After years of hardships and cuts, García Montero recognizes that “we are living in a better time and good winds are blowing.” «In 2018 we had to sell a building in Brussels to the Ethiopian government. “They were very difficult times, but today we are optimistic.” «The curve of the deterioration of the institution has been bent, but even so we have not achieved everything. There is a growing demand that we cannot satisfy now that Spanish is being promoted in the world and citizens have become aware of its importance,” he summarized. He also highlighted that activities aimed at promoting the co-official languages ​​of Spain have increased by 225% in this legislature.

It expects a contribution of 90 million euros from the State for the next budgets. But García Montero highlights that this figure “is very far from the 350 million that Germany contributes to the Goethe Institute and the 300 that the French State contributes to the Alliance Française. The director recalled that the state contribution was 66.3 million in 2018 and that it reached 81 million in 2023.

suck the pot

“We do not want to be a burden on the public treasury, but culture continues to be the poor sister,” said Luis García Montero. «We have a bad habit of discrediting culture, with a right that says that when you invest in culture you are sucking off the boat. And we are very clear that culture is not clientelism,” he added.

There were certain doubts about his future at the head of Cervantes that he himself took it upon himself to dispel. “When the new Government was formed, I spoke with the Foreign Minister and he told me ‘let’s continue’. Therefore, I have felt ratified and I am very happy to continue in this responsibility,” he declared.

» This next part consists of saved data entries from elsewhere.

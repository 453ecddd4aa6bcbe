//! A season under way: day after day what is set, what is decided, and what the pool then does.
//!
//! Methods: `docs/methods.md`, section 8.

use std::sync::Arc;

use chrono::{NaiveDate, NaiveTime};

use crate::mix::limits::Check;
use crate::mix::{Asked, Blend, groups, release};
use crate::profile::{Column, Profile};
use crate::rank::Progress;
use crate::river::{self, Figures};
use crate::site::Site;
use crate::units::{DAY_S, say};

use super::ahead::{ahead, forcing};
use super::decide::{Decision, NoMix, Why};
use super::deciding::eve_of;
use super::layers::Layers;
use super::plan::PlanDay;
use super::run::{Ended, Run, SeasonDay, Setup};
use super::set::Flowing;
use super::step::day;
use super::strategy::set_by;

/// A release this near to none is none, m3/s (choice: round-off of the volume of a large pool).
pub(super) const NOTHING_M3S: f64 = 1e-6;

/// A season under way.
#[derive(Clone)]
pub(super) struct Going<'a> {
    pub(super) setup: &'a Setup<'a>,
    /// The site under the air of the case, with the outages of the plan and the inflow of the day.
    pub(super) site: Site,
    pub(super) groups: Arc<Vec<Vec<usize>>>,
    ahead: Arc<Vec<PlanDay>>,
    layers: Layers,
    /// The first day on which gates may be moved: at once where nobody knows how they stand.
    pub(super) decides: NaiveDate,
    /// What is set, with the flows of the day it was decided.
    pub(super) asked: Option<Asked>,
    /// Temperature of the last release, C.
    pub(super) last_c: Option<f64>,
    /// Whether what arrives at the points is wanted.
    to_the_points: bool,
    /// What called for a decision on a day without a release.
    pub(super) overdue: Option<Why>,
    /// The site with the outages of the next day, on days before one begins.
    pub(super) eve: Option<Site>,
    pub(super) run: Run,
}

/// A day before anything is decided.
#[derive(Clone)]
pub(super) struct Morning {
    plan: PlanDay,
    pub(super) release_m3s: f64,
    pub(super) profile: Profile,
    /// What is set, as it would flow today, and the first limit it breaks.
    pub(super) held: Option<(Flowing, Option<Check>)>,
}

impl Morning {
    /// The day.
    pub(super) fn date(&self) -> NaiveDate {
        self.plan.date
    }

    /// Whether nothing is to be released.
    pub(super) fn is_closed(&self) -> bool {
        self.release_m3s <= 0.0
    }
}

impl<'a> Going<'a> {
    /// A season before its first day. `None` for a cast without water.
    pub(super) fn new(setup: &'a Setup<'a>) -> Option<Self> {
        let mut site = (*setup.skies.site).clone();
        site.limits.outages.extend(setup.plan.outages.iter().cloned());
        // how much leaves in all, and how far the pool falls, is the plan's: no mix changes it
        (site.release.min_m3s, site.release.max_m3s, site.limits.drawdown_m_per_day) = (None, None, None);
        let layers = Layers::of_profile(&site, setup.start, site.season.layer_m)?;
        let to_the_points = site.river.as_ref().is_some_and(|river| !river.points.is_empty());
        let run = Run {
            plan: setup.plan.name.clone(),
            case: setup.skies.case.name.clone(),
            strategy: setup.choosing.name(),
            start: layers.clone(),
            days: Vec::new(),
            decisions: Vec::new(),
            ended: None,
            aims: None,
        };
        Some(Self {
            ahead: Arc::new(ahead(setup, layers.pool_m(&site.pool))),
            groups: Arc::new(groups(&site)),
            decides: if setup.now.is_some() { setup.decides } else { setup.begins },
            asked: setup.now.map(|now| Asked::of(&site, now)),
            last_c: None,
            to_the_points,
            overdue: None,
            eve: None,
            layers,
            site,
            run,
            setup,
        })
    }

    /// Whether a day is still to come.
    pub(super) fn is_on(&self) -> bool {
        self.run.ended.is_none() && self.run.days.len() < self.ahead.len()
    }

    /// Share of the days gone through.
    pub(super) fn share_done(&self) -> f64 {
        self.run.days.len() as f64 / self.ahead.len().max(1) as f64
    }

    /// Goes through the days that are left. `None` where the caller stops it.
    pub(super) fn finished(mut self, progress: Progress) -> Option<Run> {
        self.through(NaiveDate::MAX, progress)?;
        Some(self.run)
    }

    /// Goes through the days up to a date. `None` where the caller stops it.
    pub(super) fn through(&mut self, last: NaiveDate, progress: Progress) -> Option<()> {
        let is_due = |next: &PlanDay| next.date <= last;
        while self.is_on() && self.ahead.get(self.run.days.len()).is_some_and(is_due) {
            let done = self.share_done();
            if progress(done).is_break() {
                return None;
            }
            // whoever looks on is not told how far a single decision is
            self.next_day(&|_| progress(done))?;
        }
        Some(())
    }

    /// The same season with other water in the pool.
    pub(super) fn with(&self, layers: Layers) -> Self {
        Self { layers, ..self.clone() }
    }

    /// Goes through days that have passed: by the schedule, its flows as they are told, also those of a well; else by what
    /// is set now. Whatever limit stood against it.
    pub(super) fn through_what_was(mut self, progress: Progress) -> Option<Run> {
        while self.is_on() {
            if progress(self.share_done()).is_break() {
                return None;
            }
            let date = self.ahead.get(self.run.days.len()).map(|plan| plan.date);
            if let Some(gates) = date.and_then(|date| set_by(self.setup, date)) {
                self.asked = Some(Asked { direct: gates.clone(), ..Asked::default() });
            }
            if let Some(morning) = self.morning() {
                self.pass(morning, None);
            }
        }
        Some(self.run)
    }

    /// Goes through one day. `None` where the caller stops it.
    fn next_day(&mut self, progress: Progress) -> Option<()> {
        let Some(morning) = self.morning() else { return Some(()) };
        let decided = self.why(&morning).map_or(Ok(None), |why| self.decision(&morning, why, progress));
        match decided {
            Ok(decided) => self.pass(morning, decided),
            Err(NoMix::Cancelled) => return None,
            Err(NoMix::Allowed(check, words)) => self.end(morning.date(), words, check),
        }
        Some(())
    }

    /// The next day before anything is decided; the season ends where it cannot begin.
    pub(super) fn morning(&mut self) -> Option<Morning> {
        let plan = *self.ahead.get(self.run.days.len())?;
        self.site.inflow_m3s = Some(plan.inflow_m3s);
        let release_m3s = self.release_m3s(&plan);
        if release_m3s < 0.0 {
            let words = format!(
                "nothing is left to release: for the pool to be where it is planned, {} more would have to come in",
                say::m3s(-release_m3s, 2)
            );
            self.end(plan.date, words, None);
            return None;
        }
        let at = plan.date.and_time(NaiveTime::MIN).and_local_timezone(self.site.offset).single();
        let Some(profile) = at.and_then(|at| self.layers.profile(&self.site, at)) else {
            self.end(plan.date, "the pool holds no water".into(), None);
            return None;
        };
        self.eve = eve_of(&self.site, plan.date);
        let flows = |asked| self.flows(self.site_today(), asked, release_m3s, &profile, plan.date);
        let held = self.asked.as_ref().and_then(flows);
        if self.last_c.is_none() {
            self.last_c = held.as_ref().map(|held| held.0.release.temperature_c);
        }
        Some(Morning { plan, release_m3s, profile, held })
    }

    /// What a day is to release, m3/s; below zero where the inflow cannot fill the pool as far as is planned.
    fn release_m3s(&self, plan: &PlanDay) -> f64 {
        let pool = &self.site.pool;
        let by_pool = |to_m: f64| {
            let gain_m3 = pool.volume_m3(to_m) - pool.volume_m3(pool.bed_m) - self.layers.volume_m3();
            plan.inflow_m3s - gain_m3 / DAY_S
        };
        let release_m3s = plan.release_m3s.or_else(|| plan.pool_m.map(by_pool)).unwrap_or_default();
        if release_m3s.abs() < NOTHING_M3S { 0.0 } else { release_m3s }
    }

    /// Goes through a day with what was decided, or with what is set.
    pub(super) fn pass(&mut self, morning: Morning, decided: Option<Decision>) {
        let (date, is_closed) = (morning.date(), morning.is_closed());
        let Morning { plan, release_m3s, profile, mut held } = morning;
        self.overdue = if is_closed { self.called(date) } else { self.overdue };
        if let Some(decision) = decided {
            held = self.flows(&self.site, &decision.asked, release_m3s, &profile, date);
            self.asked = Some(decision.asked.clone());
            self.run.decisions.push(decision);
            self.overdue = None;
        }
        let (gates, drawn) = match held {
            Some((Flowing { setting, drawn, .. }, _)) => (setting.gates, drawn),
            None if is_closed => (Vec::new(), Vec::new()),
            None => return self.end(date, "what is set gives no water".into(), None),
        };
        let sky = self.setup.skies.days.get(&date).copied();
        let forcing = forcing(&plan, sky, self.layers.layers.last());
        let levels = |_: &Column, _: f64| drawn.iter().map(|d| d.level.clone()).collect();
        let stepped = match day(&mut self.layers, &self.site, &forcing, &levels) {
            Ok(stepped) => stepped,
            Err(unbalanced) => return self.end(date, unbalanced.words, None),
        };
        let left = release(&stepped.drawn).map(|left| left.aerated(&self.site, &stepped.drawn, 0.5));
        if left.is_none() && !is_closed {
            return self.end(date, "what is set gives no water".into(), None);
        }
        self.last_c = left.map(|left| left.temperature_c).or(self.last_c);
        self.widen(date, left.map(|left| left.temperature_c));
        self.run.days.push(SeasonDay {
            date,
            pool_m: self.layers.pool_m(&self.site.pool),
            inflow_m3s: plan.inflow_m3s,
            gates,
            drawn: stepped.drawn,
            release: left,
            points: left.and_then(|left| self.arriving(date, &left)),
            layers: self.layers.clone(),
            balance: stepped.balance,
            overturned: stepped.overturned,
        });
    }

    /// What a day of decision releases is within reach of it: the pool of the day differs a little from its morning's.
    fn widen(&mut self, date: NaiveDate, release_c: Option<f64>) {
        let decision = self.run.decisions.last_mut().filter(|decision| decision.date == date);
        let range = decision.and_then(|decision| decision.attainable_c.as_mut());
        if let (Some([low, high]), Some(release_c)) = (range, release_c) {
            (*low, *high) = (low.min(release_c), high.max(release_c));
        }
    }

    /// What arrives at the points of the river, where there are any.
    fn arriving(&self, date: NaiveDate, release: &Blend) -> Option<Vec<Figures>> {
        let part = river::Part {
            hours: 24.0,
            flow_m3s: release.flow_m3s,
            temperature_c: release.temperature_c,
            oxygen_mg_l: release.oxygen_below_mg_l,
        };
        let conditions = &self.setup.skies.conditions;
        let course =
            self.to_the_points.then(|| river::course(&self.site, conditions, date, &[part])).flatten()?;
        Some(course.points.into_iter().map(|at| at.figures).collect())
    }

    pub(super) fn end(&mut self, date: NaiveDate, words: String, check: Option<Check>) {
        self.run.ended = Some(Ended { date, words, check });
    }
}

He said this shortly before joining the meeting of the Board of Trustees of the Cervantes Institute that the Kings presided over in the Palace of Aranjuez and which was attended by the President of the Government, Pedro Sánchez, his Ministers of Foreign Affairs, José Manuel Albares, and of Education, Pilar Alegría. , and Culture, Ernest Urtasun. A meeting that is held around October 12 and that was delayed this year to wait for the presidential inauguration.

It was a solemn ceremony in which the King presented the Ñ Prize to the German Hispanist Dieter Ingenschay (1948), former president of the German Association of Hispanists, decorated with the Order of Isabel la Católica for his merits in the dissemination of Spanish culture in Germany. Her main areas of research are postmodern, postcolonial and postdictatorial aspects of Hispanic literatures and gender studies.

After the annual meeting, the Kings planned to offer the traditional lunch to the patrons of the Cervantes Institute, the Spanish-American Diplomatic Corps accredited in Spain and other guests. Among them the writer, academic and winner of the 2023 Cervantes Prize, Luis Mateo Díez.